Экзистенциальная традиция в русской литературе XX века. Диалоги на границах столетий (Заманская) - страница 204

В реконструируемой нами экзистенциальной парадигме ни один писатель не может сравниться с интертекстуальной насыщенностью прозы Ю. Мамлеева: практически все писатели и философы русской и европейской культуры XX века нашли отзыв в творчестве Мамлеева. Причем, способы включения писателем экзистенциальной традиции в произведения поразительно многообразны и разноуровневы.

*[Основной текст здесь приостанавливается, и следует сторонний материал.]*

// Neighbour graph files (solver/io/neighbour_graph_file.h): good ones in both forms, every bad
// one with its message and place, and through the built kith: exit 3 and nothing written for a
// bad graph, a map from a graph alone, and a session made with --neighbours that reopens with it.
#include <doctest/doctest.h>

#include <cmath>
#include <cstring>
#include <filesystem>
#include <fstream>
#include <string>

#include "solver/io/neighbour_graph_file.h"
#include "solver/io/npy_file.h"
#include "tests/approx.h"
#include "tests/sessions_support.h"

namespace {

using kith::LoadError;
using kith::NeighbourGraph;
using kith::Problem;
using kith::test::run_kith;

// Five invented spice jars on a line at 0, 1, 3, 6, 10 (their features are that one number).
kith::Collection jars() {
  kith::Collection c;
  c.source = "jars.csv";
  const double at[5] = {0, 1, 3, 6, 10};
  c.features.resize(5, 1);
  for (int i = 0; i < 5; ++i) {
    c.ids.push_back("jar" + std::to_string(i));
    c.features(i, 0) = at[i];
  }
  c.build_index();
  return c;
}

// A graph file's text: the header, then the 2 nearest other jars of every jar, written farthest
// first (the reader sorts).
std::string good_csv() {
  return "id,neighbour,distance\n"
         "jar0,jar2,3\njar0,jar1,1\n"
         "jar1,jar2,2\njar1,jar0,1\n"
         "jar2,jar0,3\njar2,jar1,2\n"
         "jar3,jar1,5\njar3,jar2,3\n"
         "jar4,jar2,7\njar4,jar3,4\n";
}

Problem problem_of(const std::string& text) {
  try {
    kith::parse_neighbour_graph_csv(text, "g.csv", jars());
  } catch (const LoadError& e) {
    return e.problem();
  }
  FAIL("no error for: " << text);
  return {};
}

// An (rows, cols) little-endian int64 .npy, as numpy.save writes one.
std::string int64_npy(const std::vector<int64_t>& v, size_t rows, size_t cols) {
  std::string header = "{'descr': '<i8', 'fortran_order': False, 'shape': (" + std::to_string(rows) + ", " +
                       std::to_string(cols) + "), }";
  while ((10 + header.size() + 1) % 64) header += ' ';
  header += '\n';
  std::string out("\x93NUMPY\x01\x00", 8);
  out += char(header.size() & 0xff);
  out += char(header.size() >> 8);
  out += header;
  out.append(reinterpret_cast<const char*>(v.data()), v.size() * sizeof(int64_t));
  return out;
}

std::string distances_npy(const std::vector<double>& v, size_t rows, size_t cols) {
  kith::Points p(static_cast<Eigen::Index>(rows), static_cast<Eigen::Index>(cols));
  for (size_t i = 0; i < v.size(); ++i) p(Eigen::Index(i / cols), Eigen::Index(i % cols)) = v[i];
  return kith::npy_bytes(p);
}

const std::vector<int64_t> kIndex = {1, 2, 0, 2, 1, 0, 2, 1, 3, 2};
const std::vector<double> kDistance = {1, 3, 1, 2, 2, 3, 3, 5, 4, 7};

Problem npy_problem_of(const std::vector<int64_t>& index, const std::vector<double>& distance, size_t k = 2) {
  try {
    kith::parse_neighbour_graph_npy(int64_npy(index, index.size() / k, k), "g-indices.npy",
                                    distances_npy(distance, distance.size() / k, k), "g-distances.npy", jars());
  } catch (const LoadError& e) {
    return e.problem();
  }
  FAIL("no error");
  return {};
}

// DIR/names.csv: 60 swatch ids and no features; DIR/ring.csv: each swatch's 12 nearest by its
// place on a ring of 60 (an invented graph), so the map comes from the graph alone.
void write_ring(const std::string& dir) {
  std::ofstream names(dir + "/names.csv");
  names << "id\n";
  for (int i = 0; i < 60; ++i) names << "swatch-" << i << "\n";
  std::ofstream ring(dir + "/ring.csv");
  ring << "id,neighbour,distance\n";
  for (int i = 0; i < 60; ++i)
    for (int s = 1; s <= 6; ++s)
      for (int sign : {-1, 1}) ring << "swatch-" << i << ",swatch-" << (i + sign * s + 60) % 60 << "," << s << "\n";
}

}  // namespace

TEST_CASE("neighbour graph file: CSV and .npy forms read the same graph, nearest first, squared distances") {
  const NeighbourGraph a = kith::parse_neighbour_graph_csv(good_csv(), "g.csv", jars());
  const NeighbourGraph b = kith::parse_neighbour_graph_npy(int64_npy(kIndex, 5, 2), "g-indices.npy",
                                                           distances_npy(kDistance, 5, 2), "g-distances.npy", jars());
  CHECK(a.n == 5);
  CHECK(a.k == 2);
  CHECK(a.index == std::vector<int32_t>{1, 2, 0, 2, 1, 0, 2, 1, 3, 2});
  CHECK(a.distance2 == std::vector<double>{1, 9, 1, 4, 4, 9, 9, 25, 16, 49});
  CHECK(b.index == a.index);
  CHECK(b.distance2 == a.distance2);
  CHECK(kith::graph_distances_path("/x/run-7-indices.npy") == "/x/run-7-distances.npy");
  CHECK(kith::graph_distances_path("/x/run.npy").empty());
}

TEST_CASE("neighbour graph file: self-edges are dropped with a warning and every item keeps k - 1 others") {
  std::string text = "id,neighbour,distance\n";
  for (int i = 0; i < 5; ++i) text += "jar" + std::to_string(i) + ",jar" + std::to_string(i) + ",0\n";
  text += good_csv().substr(std::strlen("id,neighbour,distance\n"));
  std::vector<Problem> warnings;
  const NeighbourGraph g = kith::parse_neighbour_graph_csv(text, "g.csv", jars(), &warnings);
  CHECK(g.k == 2);
  REQUIRE(warnings.size() == 1);
  CHECK(warnings[0].message ==
        "dropped 5 self-edges (an item listed as its own neighbour); each item keeps its 2 "
        "nearest others");
}

TEST_CASE("neighbour graph file: every bad CSV names its line and what was expected") {
  struct Case {
    std::string text;
    long line;
    std::string message;
  };
  const std::string head = "id,neighbour,distance\n";
  const std::string rest = good_csv().substr(head.size());
  const Case cases[] = {
      {"id,near,distance\n" + rest, 1,
       "expected a header naming the columns id, neighbour, distance; found no column 'neighbour'"},
      {head + "jar0,jarX,1\n" + rest, 2, "unknown neighbour 'jarX': expected an id of jars.csv"},
      {head + "jarY,jar1,1\n" + rest, 2, "unknown id 'jarY': expected an id of jars.csv"},
      {head + rest + "jar4,jar1,-9\n", 12, "expected a distance of 0 or more, found -9"},
      {head + rest + "jar4,jar1,nan\n", 12, "expected a finite distance, found nan"},
      {head + rest + "jar4,jar1,inf\n", 12, "expected a finite distance, found inf"},
      {head + rest + "jar4,jar1,far\n", 12, "expected a distance (a number), found 'far'"},
      {head + rest + "jar4,jar1,9\n", 10,
       "item 'jar4' has 3 neighbours, but 'jar0' (line 2) has 2: expected the same number k for every item"},
      {head + rest + "jar4,jar3,4\n", 12, "'jar4' lists 'jar3' as a neighbour twice (first on line 11)"},
      {head + "jar0,jar1,1\n", 0, "item 'jar1' has no neighbours; expected 1 for every item, as 'jar0' has (line 2)"},
      {head, 2, "expected edges id,neighbour,distance after the header, found none"},
  };
  for (const Case& c : cases) {
    CAPTURE(c.text);
    const Problem p = problem_of(c.text);
    CHECK(p.file == "g.csv");
    CHECK(p.line == c.line);
    CHECK(p.message == c.message);
  }
}

TEST_CASE("neighbour graph file: every bad .npy pair names the array, the place and what was expected") {
  std::vector<int64_t> outside = kIndex;
  outside[3] = 5;
  CHECK(npy_problem_of(outside, kDistance).message == "expected a row number 0 .. 4 at [1, 1], found 5");
  std::vector<double> negative = kDistance;
  negative[7] = -0.5;
  const Problem n = npy_problem_of(kIndex, negative);
  CHECK(n.file == "g-distances.npy");
  CHECK(n.message == "expected a distance of 0 or more at [3, 1], found -0.5");
  std::vector<double> infinite = kDistance;
  infinite[0] = INFINITY;
  CHECK(npy_problem_of(kIndex, infinite).message ==
        "expected a finite number at [0, 0], found inf");  // the .npy reader's own check
  std::vector<int64_t> twice = kIndex;
  twice[1] = 1;
  CHECK(npy_problem_of(twice, kDistance).message == "row 0 lists row 1 twice, at [0, 0] and [0, 1]");
  // Inconsistent k: the distances have another shape than the indices.
  try {
    kith::parse_neighbour_graph_npy(int64_npy(kIndex, 5, 2), "g-indices.npy", distances_npy({1, 2, 3, 4, 5}, 5, 1),
                                    "g-distances.npy", jars());
    FAIL("no error");
  } catch (const LoadError& e) {
    CHECK(e.problem().message == "expected the shape of g-indices.npy, (5, 2), found (5, 1)");
  }
  // One row per item.
  const Problem rows = npy_problem_of({1, 2, 0, 2}, {1, 3, 1, 2});
  CHECK(rows.message == "expected one row per item (5 rows, as jars.csv has), found an array of shape (2, 2)");
}

TEST_CASE(
    "neighbour graph file: kith refuses a bad graph with exit 3 and writes nothing, and a graph alone makes a map") {
  const std::string dir = kith::test::temp_dir("kith-graph-cli");
  write_ring(dir);
  {
    std::ofstream f(dir + "/bad.csv");
    f << "id,neighbour,distance\nswatch-0,swatch-1,-2\n";
  }
  const kith::test::KithRun bad =
      run_kith("fit " + dir + "/names.csv --neighbours " + dir + "/bad.csv -o " + dir + "/bad-map.csv --quiet");
  CHECK(bad.code == 3);
  CHECK(bad.output.find("bad.csv:2:") != std::string::npos);
  CHECK(bad.output.find("expected a distance of 0 or more, found -2") != std::string::npos);
  CHECK_FALSE(std::filesystem::exists(dir + "/bad-map.csv"));

  const kith::test::KithRun ring = run_kith("fit " + dir + "/names.csv --neighbours " + dir + "/ring.csv -o " + dir +
                                            "/ring-map.csv --perplexity 4 --iterations 400 --quiet");
  CAPTURE(ring.output);
  REQUIRE(ring.code == 0);
  CHECK(std::filesystem::exists(dir + "/ring-map.csv"));
  // The graph holds 12 neighbours an item; a perplexity it cannot hold is a usage error.
  CHECK(run_kith("fit " + dir + "/names.csv --neighbours " + dir + "/ring.csv -o " + dir +
                 "/too.csv --perplexity 20 --quiet")
            .code == 2);
  CHECK_FALSE(std::filesystem::exists(dir + "/too.csv"));
}

TEST_CASE("neighbour graph file: a session made with --neighbours reopens with the graph, and gives its map") {
  const std::string dir = kith::test::temp_dir("kith-graph-session-cli");
  write_ring(dir);
  const std::string session = dir + "/ring.kith";
  const kith::test::KithRun made =
      run_kith("new " + dir + "/names.csv --neighbours " + dir + "/ring.csv -o " + session + " --perplexity 4");
  CAPTURE(made.output);
  REQUIRE(made.code == 0);
  std::filesystem::rename(dir + "/ring.csv", dir + "/ring-kept.csv");  // the session holds the graph itself
  const kith::test::KithRun check = run_kith("check " + session);
  CAPTURE(check.output);
  CHECK(check.code == 0);
  CHECK(check.output.find("neighbours:      12 an item, given (kept in the session)") != std::string::npos);
  // kith fit of the session: the same map as kith fit of the names with the graph (same seed).
  const kith::test::KithRun from_session =
      run_kith("fit " + session + " -o " + dir + "/s.npy --iterations 300 --seed 5 --quiet");
  CAPTURE(from_session.output);
  REQUIRE(from_session.code == 0);
  CHECK(from_session.output.find("neighbours from the given graph (12 an item)") != std::string::npos);
  REQUIRE(run_kith("fit " + dir + "/names.csv --neighbours " + dir + "/ring-kept.csv -o " + dir +
                   "/g.npy --perplexity 4 --iterations 300 --seed 5 --quiet")
              .code == 0);
  CHECK(kith::test::file_bytes(dir + "/s.npy") == kith::test::file_bytes(dir + "/g.npy"));
}

TEST_CASE(
    "neighbour graph file: a .npz written by numpy.savez reads as the two .npy files, a compressed one is refused") {
  if (!kith::test::reference_python_available()) return;
  const std::string dir = kith::test::temp_dir("kith-graph-npz");
  // NumPy 1.24 (Debian's python3-numpy) writes the archives: the same arrays as kIndex, kDistance.
  const std::string arrays =
      "i=np.array([[1,2],[0,2],[1,0],[2,1],[3,2]]); d=np.array([[1.,3],[1,2],[2,3],[3,5],[4,7]]); ";
  REQUIRE(kith::test::run_shell("/usr/bin/python3 -c 'import numpy as np; " + arrays + "np.savez(\"" + dir +
                                "/g.npz\", indices=i, distances=d); np.savez_compressed(\"" + dir +
                                "/c.npz\", indices=i, distances=d)'")
              .code == 0);
  const NeighbourGraph g = kith::read_neighbour_graph(dir + "/g.npz", jars());
  const NeighbourGraph csv = kith::parse_neighbour_graph_csv(good_csv(), "g.csv", jars());
  CHECK(g.index == csv.index);
  CHECK(g.distance2 == csv.distance2);
  try {
    kith::read_neighbour_graph(dir + "/c.npz", jars());
    FAIL("a compressed archive was read");
  } catch (const LoadError& e) {
    CHECK(e.problem().message.find("compressed (numpy.savez_compressed)") != std::string::npos);
  }
}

Так, в сюжет «Голубого» включен черный ужас толстовских «Записок сумасшедшего» и стихия синей жизни из рассказов Горького 1920-х годов. В «Дневнике молодого человека» темой греха даже на стилевом отражении возникает Достоевский. В «Городских днях» метафизический ряд «крик – тьма – боль – ярость – ужас – свет – страх – рев – жуткое бездонное молчание» выводит Мамлеева практически на все экзистенциальные контексты, но прежде всего на Л. Андреева (Керженцев удостоился едва ли не прямого цитирования одного из героев «Московского гамбита»: «Взорвать бы этот земной шарик, взорвать!»). Герострат Ж. – П. Сартра лишь получает более определенную мотивацию во внутренних монологах героя:

Больше всего я ненавижу удачников и человеков счастливых. Я бы их всех удавил. Когда я вижу, что человеку везет: купил машину или хорошенькую женщину, написал книгу или сделал ученое открытие – первая мысль: застрелить. Руки сами собой так и тянутся к автомату; В своих самых радостных снах я видел себя в ситуациях, когда я могу всех безнаказанно убивать. Прямо так, мимоходом – идешь по улице, не понравилось тебе лицо – и бац, из пистолета, как свинью, закурил и пошел дальше как ни в чем не бывало.

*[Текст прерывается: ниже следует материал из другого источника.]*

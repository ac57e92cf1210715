// Neighbours and perplexity calibration.
#include <doctest/doctest.h>

#include <cmath>
#include <random>

#include "solver/features/affinities.h"
#include "solver/features/neighbours.h"
#include "tests/approx.h"

namespace {
kith::Points gaussian(int n, int d, uint64_t seed) {
  return kith::test::normal_points(n, d, seed, [](int i, int) { return double(i % 4); });
}
}  // namespace

TEST_CASE("solver: exact neighbours equal a brute-force scan") {
  const kith::Points x = gaussian(500, 7, 1);
  const size_t k = 12;
  auto g = kith::find_neighbours(x, k);
  for (Eigen::Index i = 0; i < x.rows(); ++i) {
    std::vector<std::pair<double, int>> all;
    for (Eigen::Index j = 0; j < x.rows(); ++j)
      if (j != i) all.emplace_back((x.row(i) - x.row(j)).squaredNorm(), int(j));
    std::sort(all.begin(), all.end());
    for (size_t c = 0; c < k; ++c) {
      REQUIRE(g.index[size_t(i) * k + c] == all[c].second);
      REQUIRE(g.distance2[size_t(i) * k + c] == doctest::Approx(all[c].first).epsilon(1e-12));
    }
  }
}

TEST_CASE("solver: HNSW neighbours are nearly exact and deterministic") {
  const kith::Points x = gaussian(3000, 20, 2);
  const size_t k = 30;
  kith::NeighbourOptions approx;
  approx.exact_below = 0;
  auto a = kith::find_neighbours(x, k, approx), b = kith::find_neighbours(x, k, approx);
  CHECK(a.index == b.index);
  auto exact = kith::find_neighbours(x, k);
  size_t hits = 0;
  for (size_t i = 0; i < a.n; ++i)
    for (size_t c = 0; c < k; ++c)
      for (size_t e = 0; e < k; ++e) hits += a.index[i * k + c] == exact.index[i * k + e];
  // Common practice: HNSW with M = 16, ef >= 2k recalls well over 95% of true neighbours.
  CHECK(double(hits) / double(a.n * k) > 0.97);
}

TEST_CASE("solver: each conditional distribution has the target perplexity within 1e-5") {
  // Definition (van der Maaten & Hinton 2008): Perp(P_i) = 2^H(P_i), H in bits; equivalently exp of
  // the entropy in nats.
  constexpr double kPerplexityTol = 1e-5;
  const kith::Points x = gaussian(800, 10, 3);
  for (double perplexity : {5.0, 30.0}) {
    const size_t k = size_t(3 * perplexity);
    auto g = kith::find_neighbours(x, k);
    kith::AffinityOptions o;
    o.perplexity = perplexity;
    const auto p = kith::conditional_affinities(g, o);
    for (size_t i = 0; i < g.n; ++i) {
      double h_bits = 0.0, sum = 0.0;
      for (size_t c = 0; c < k; ++c) {
        const double v = p[i * k + c];
        sum += v;
        if (v > 0) h_bits -= v * std::log2(v);
      }
      REQUIRE(sum == doctest::Approx(1.0).epsilon(1e-12));
      REQUIRE(std::abs(std::pow(2.0, h_bits) - perplexity) <= kPerplexityTol);
    }
  }
}

TEST_CASE("solver: joint P is symmetric, sums to 1, equals (P_cond + P_cond^T) / sum") {
  const kith::Points x = gaussian(300, 6, 4);
  auto g = kith::find_neighbours(x, 20);
  kith::AffinityOptions o;
  o.perplexity = 7;
  const auto cond = kith::conditional_affinities(g, o);
  const auto p = kith::joint_affinities(g, o);
  Eigen::MatrixXd dense = Eigen::MatrixXd::Zero(300, 300), ref = Eigen::MatrixXd::Zero(300, 300);
  for (size_t i = 0; i < p.n; ++i)
    for (int64_t e = p.row_ptr[i]; e < p.row_ptr[i + 1]; ++e)
      dense(Eigen::Index(i), p.col[size_t(e)]) = p.val[size_t(e)];
  for (size_t i = 0; i < g.n; ++i)
    for (size_t c = 0; c < g.k; ++c) {
      ref(Eigen::Index(i), g.index[i * g.k + c]) += cond[i * g.k + c];
      ref(g.index[i * g.k + c], Eigen::Index(i)) += cond[i * g.k + c];
    }
  ref /= ref.sum();
  kith::test::assert_near(dense, ref, 1e-15, 1e-12, "P");
  CHECK(dense.sum() == doctest::Approx(1.0).epsilon(1e-12));
}

TEST_CASE("solver: HNSW's measured recall is the share of exact neighbours found on its sample") {
  const kith::Points x = gaussian(3000, 20, 3);
  const size_t k = 15;
  kith::NeighbourOptions o;
  o.exact_below = 0;
  o.recall_sample = 100;
  const auto a = kith::find_neighbours(x, k, o);
  const auto exact = kith::find_neighbours(x, k);
  REQUIRE(a.recall_sample == 100);
  // The sample is the evenly spaced rows i * N / 100 (neighbours.cpp); recount on them.
  size_t hits = 0;
  for (size_t s = 0; s < 100; ++s) {
    const size_t i = s * a.n / 100;
    for (size_t c = 0; c < k; ++c)
      for (size_t e = 0; e < k; ++e) hits += a.index[i * k + c] == exact.index[i * k + e];
  }
  CHECK(a.recall == doctest::Approx(double(hits) / double(100 * k)).epsilon(1e-12));
  CHECK(exact.recall == -1.0);  // exact search: nothing to measure

  // A deliberately poor graph (2 links, 4 build candidates) recalls less; the search is then run
  // again with more candidates, and the recall kept is never lower than the first.
  kith::NeighbourOptions poor = o;
  poor.hnsw_links = 2;
  poor.hnsw_build_candidates = 4;
  poor.hnsw_retries = 0;
  const auto once = kith::find_neighbours(x, k, poor);
  poor.hnsw_retries = 2;
  poor.min_recall = 1.01;  // never reached: both retries run
  const auto retried = kith::find_neighbours(x, k, poor);
  CHECK(once.recall < 0.98);
  CHECK(retried.search_candidates == 4 * once.search_candidates);
  CHECK(retried.recall > once.recall);
}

Вполне сартровские комплексы посещают и героя рассказа «Нежность». Проза Мамлеева, кажется, вся соткана из этих диалогов с русскими и европейскими писателями. На этом фоне параллели с Достоевским и Гоголем несут на себе знак излишней традиционности и очевидности. Может быть, проза Мамлеева требует разговора об уроках Достоевского и Гоголя, а не о наследовании традиций.

Безусловным методологическим инструментом к интерпретации всего или почти всего творчества Ю. Мамлеева являются работы З. Фрейда. В то же время страсть к смерти – доминантную тему практически всех мамлеевских персонажей – отражает А. Шопенгауэр.

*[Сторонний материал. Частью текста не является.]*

// kith fit --judgments / --blend: judgments read by id, agreement reported, bad files refused.
#include <doctest/doctest.h>

#include <cstdlib>
#include <fstream>
#include <nlohmann/json.hpp>
#include <random>
#include <sstream>
#include <sys/wait.h>

#include "tests/approx.h"

namespace {

int run_fit(const std::string& args, std::string* out, std::string* err, const std::string& dir) {
  const std::string o = dir + "/stdout.txt", e = dir + "/stderr.txt";
  const int status = std::system((std::string(KITH_BINARY) + " fit " + args + " >" + o + " 2>" + e).c_str());
  auto slurp = [](const std::string& p) {
    std::ifstream in(p);
    std::stringstream ss;
    ss << in.rdbuf();
    return ss.str();
  };
  *out = slurp(o);
  *err = slurp(e);
  return WIFEXITED(status) ? WEXITSTATUS(status) : -1;
}

}  // namespace

TEST_CASE("kith fit --judgments: blends, reports agreement, refuses a bad file") {
  const std::string dir = kith::test::temp_dir("judgments_fit_cli");
  {
    std::ofstream items(dir + "/items.csv");
    items << "id,a,b,c\n";
    std::mt19937_64 rng(3);
    std::normal_distribution<double> g;
    for (int i = 0; i < 60; ++i) items << "lamp" << i << ',' << g(rng) + 4 * (i % 2) << ',' << g(rng) << ',' << g(rng) << '\n';
    std::ofstream j(dir + "/j.csv");
    j << "anchor,nearer,farther,person\n";
    for (int i = 0; i < 10; ++i) j << "lamp" << 2 * i << ",lamp" << 2 * i + 20 << ",lamp" << 2 * i + 1 << ",Ada\n";
    std::ofstream bad(dir + "/bad.csv");
    bad << "anchor,nearer,farther\nlamp0,lamp2,lamp1\nlamp0,lamp99,lamp1\nlamp3,lamp3,lamp1\n";
  }
  std::string out, err;
  const std::string base = dir + "/items.csv --iterations 300 --perplexity 10 --quiet --force -o " + dir;
  REQUIRE(run_fit(base + "/map.json --judgments " + dir + "/j.csv --blend 2", &out, &err, dir) == 0);
  CHECK(out.find("judgments: 10, the map agrees with") != std::string::npos);
  CHECK(out.find("Ada: 10 judgments") != std::string::npos);
  std::ifstream in(dir + "/map.json");
  const auto json = nlohmann::json::parse(in);
  CHECK(json["options"]["blend"].get<double>() == 2.0);
  // Same-class judgments agree with the features: the map should honour nearly all of them.
  CHECK(json["health"]["judgment_agreement"].get<double>() >= 0.9);

  CHECK(run_fit(base + "/bad.json --judgments " + dir + "/bad.csv", &out, &err, dir) == 3);
  CHECK(err.find("bad.csv:3:2: nearer 'lamp99' is not an item of the collection") != std::string::npos);
  CHECK(err.find("bad.csv:4") != std::string::npos);
  CHECK(err.find("nothing imported") != std::string::npos);
  std::ifstream none(dir + "/bad.json");
  CHECK_FALSE(none.good());  // nothing written
  CHECK(run_fit(base + "/skip.json --judgments " + dir + "/bad.csv --skip-bad-judgments", &out, &err, dir) == 0);
  CHECK(out.find("judgments: 1,") != std::string::npos);
  CHECK(run_fit(base + "/neg.json --blend -1", &out, &err, dir) == 2);
}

Однако есть две величины в экзистенциальном поле XX века, проекции которых почти откровенно конструируют прозу Ю. Мамлеева. Это Франц Кафка и Рональд У. Лейнг.

Кафкианский прием разделения человека на «Я» и «мое тело» создает оригинальнейший рассказ «Живая смерть». Мамлеев, доводя этот прием до абсурдного предела, констатирует свое иномирие по той оксиморонной схеме, что заложена в названии рассказа. И если Кафка лишь уловил момент разделения Я и как прием киномонтажа ввел его в свою прозу, то Мамлеев фиксирует момент озлобления частей этого уже разделенного Я по отношению друг к другу. («Давайте их убьем», – вдруг говорим «мы на шкафу», указывая на себя настоящих».) Он обнаруживает тем самым технологию рождения «вечного мирового месива» (почти аналог «свалки студенистой слизи» Сартра), которое состоит из «сгустков наших прежних мыслей», из странно существующих самих по себе наших похотей и ассоциаций. Вражда и индифферентность – вот сущности бытия, увиденные Мамлеевым зрением Кафки в конце XX века. И не случайно по той же оксиморонной логике века «каждый словно прятался в душе Лады, прикасался к ней, спасаясь от судорог распада. В то же время каждый из нас хотел умереть в ней, видя себя в ней мертвым, видеть в ее теле свой синий, поющий неслыханные песни труп…». «Живая смерть» – «этот бредовый дуализм совершенно расшатывал нас», – признается один из персонажей рассказа. Вопрос Кафки о разделении Я будет иметь продолжение в «Московском гамбите». И если в рассказе дуалистическое «или – или» еще содержит в себе возможность некоторого выхода («то ли мы были пылинками, то ли мы были богами?»), то роман замкнет кафкианскую перспективу разделения на ужасном совмещении разделенного: «и да, и нет, все вместе».